Model Overview: uukuguy/neural-chat-7b-v3-1-dare-0.85
This model is an experimental 7 billion parameter language model derived from the Intel/neural-chat-7b-v3-1 base, incorporating the DARE (Drop and REscale) technique. The DARE method investigates the resilience of fine-tuned language models to parameter pruning, specifically by setting a high proportion (0.85) of delta parameters to zero. This approach aims to understand how larger models can tolerate a higher proportion of discarded parameters while maintaining performance.
Key Characteristics
- DARE Method Application: Utilizes a
weight_mask_rate of 0.85, use_weight_rescale set to True, and a random mask strategy with a scaling_coefficient of 1.0. - Performance Retention: The experiment suggests that a substantial portion of delta parameters can be pruned without significantly affecting the model's capabilities.
- Base Model: Built upon the
Intel/neural-chat-7b-v3-1 architecture, known for its general language understanding and generation abilities.
Benchmarks
The model's performance is evaluated across various benchmarks, showing competitive results compared to other 7B models:
- Average Score: Achieves an average score of 59.06, matching the base
Intel/neural-chat-7b-v3-1 model. - Reasoning: Scores 66.21 on ARC and 62.37 on MMLU.

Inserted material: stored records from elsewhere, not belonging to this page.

// paramTexts describes the tuned parameters with their 95 % intervals.
// compact leaves the refitted coefficients' intervals out (narrow windows).
func paramTexts(p fit.PropertyID, r fit.Result, compact bool) []string {
	if r.Depth == fit.DepthPublished {
		return []string{"none: the published correlation"}
	}
	var out []string
	if p == fit.Pb && r.Anchored {
		out = append(out, "pressure scale "+num(r.Params.Multiplier, 4)+" fixed by the report's Pb (Pb exact)")
	} else {
		out = append(out, "multiplier "+num(r.Params.Multiplier, 4)+" "+interval(r, "multiplier", 4))
	}
	if r.Shifted {
		sc, unit := 1.0, r.ShiftUnit
		if p == fit.Co {
			sc, unit = 1e6, "1e-6/psi"
		}
		out = append(out, "shift "+sig(r.Params.Shift*sc, 4)+" "+unit+" "+intervalScaled(r, "shift", sc))
	}
	if r.Params.Bend != 0 {
		out = append(out, "bend "+num(r.Params.Bend, 4)+" "+interval(r, "bend", 4)+" (exponent on Rs/Rsb below Pb)")
	}
	if r.Params.Coefficients != nil {
		pub := fit.DeclaredCoefficients(p, r.Family)
		for j, v := range r.Params.Coefficients {
			if j >= len(pub) || j >= len(r.CoefficientIDs) || v == pub[j].Value {
				continue
			}
			id := r.CoefficientIDs[j]
			if compact {
				out = append(out, id+" "+sig(v, 4)+" (publ. "+sig(pub[j].Value, 4)+")")
			} else {
				out = append(out, id+" "+sig(v, 5)+" (published "+sig(pub[j].Value, 5)+") "+intervalScaled(r, id, 1))
			}
		}
	}
	return out
}

func interval(r fit.Result, name string, dec int) string {
	ci, ok := r.CI95[name]
	if !ok {
		return "(95\u00a0% interval n/a)"
	}
	s := "(95\u00a0%: " + num(ci[0], dec) + "–" + num(ci[1], dec) + ")"
	if r.CIAssumed {
		s += " assumed lab uncertainty"
	}
	return s
}

func intervalScaled(r fit.Result, name string, sc float64) string {
	ci, ok := r.CI95[name]
	if !ok {
		return ""
	}
	return "(95\u00a0%: " + sig(ci[0]*sc, 3) + "\u00a0to\u00a0" + sig(ci[1]*sc, 3) + ")"
}
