package correlations

import "testing"

var sinkVisc float64

func BenchmarkDeadViscosity(b *testing.B) {
	o := Oil{API: 32, Temperature: 180}
	for _, f := range DeadViscosityFamilies() {
		b.Run(f.ID, func(b *testing.B) {
			b.ReportAllocs()
			for i := 0; i < b.N; i++ {
				v, _ := f.Viscosity(o)
				sinkVisc += v
			}
		})
	}
}

func BenchmarkSatViscosity(b *testing.B) {
	o := Oil{API: 32, Temperature: 180}
	for _, f := range SatViscosityFamilies() {
		b.Run(f.ID, func(b *testing.B) {
			b.ReportAllocs()
			for i := 0; i < b.N; i++ {
				v, _ := f.Viscosity(2.5, 600, o)
				sinkVisc += v
			}
		})
	}
}

func BenchmarkUnderViscosity(b *testing.B) {
	o := Oil{API: 32, Temperature: 180}
	for _, f := range UnderViscosityFamilies() {
		b.Run(f.ID, func(b *testing.B) {
			b.ReportAllocs()
			for i := 0; i < b.N; i++ {
				v, _ := f.Viscosity(5000, 2500, 0.9, o)
				sinkVisc += v
			}
		})
	}
}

- Common Sense: Achieves 83.64 on HellaSwag and 78.14 on Winogrande.
- Knowledge: Scores 59.65 on TruthfulQA.
- Math/Problem Solving: Achieves 19.56 on GSM8K and 43.84 on DROP.
Good For
- Research into Model Sparsity: Ideal for researchers exploring parameter pruning techniques like DARE and their impact on LLM performance.
- General Language Tasks: Suitable for applications requiring robust language understanding and generation, leveraging the capabilities of its base model.
- Efficiency Studies: Useful for investigating potential pathways to more efficient model deployment through parameter reduction.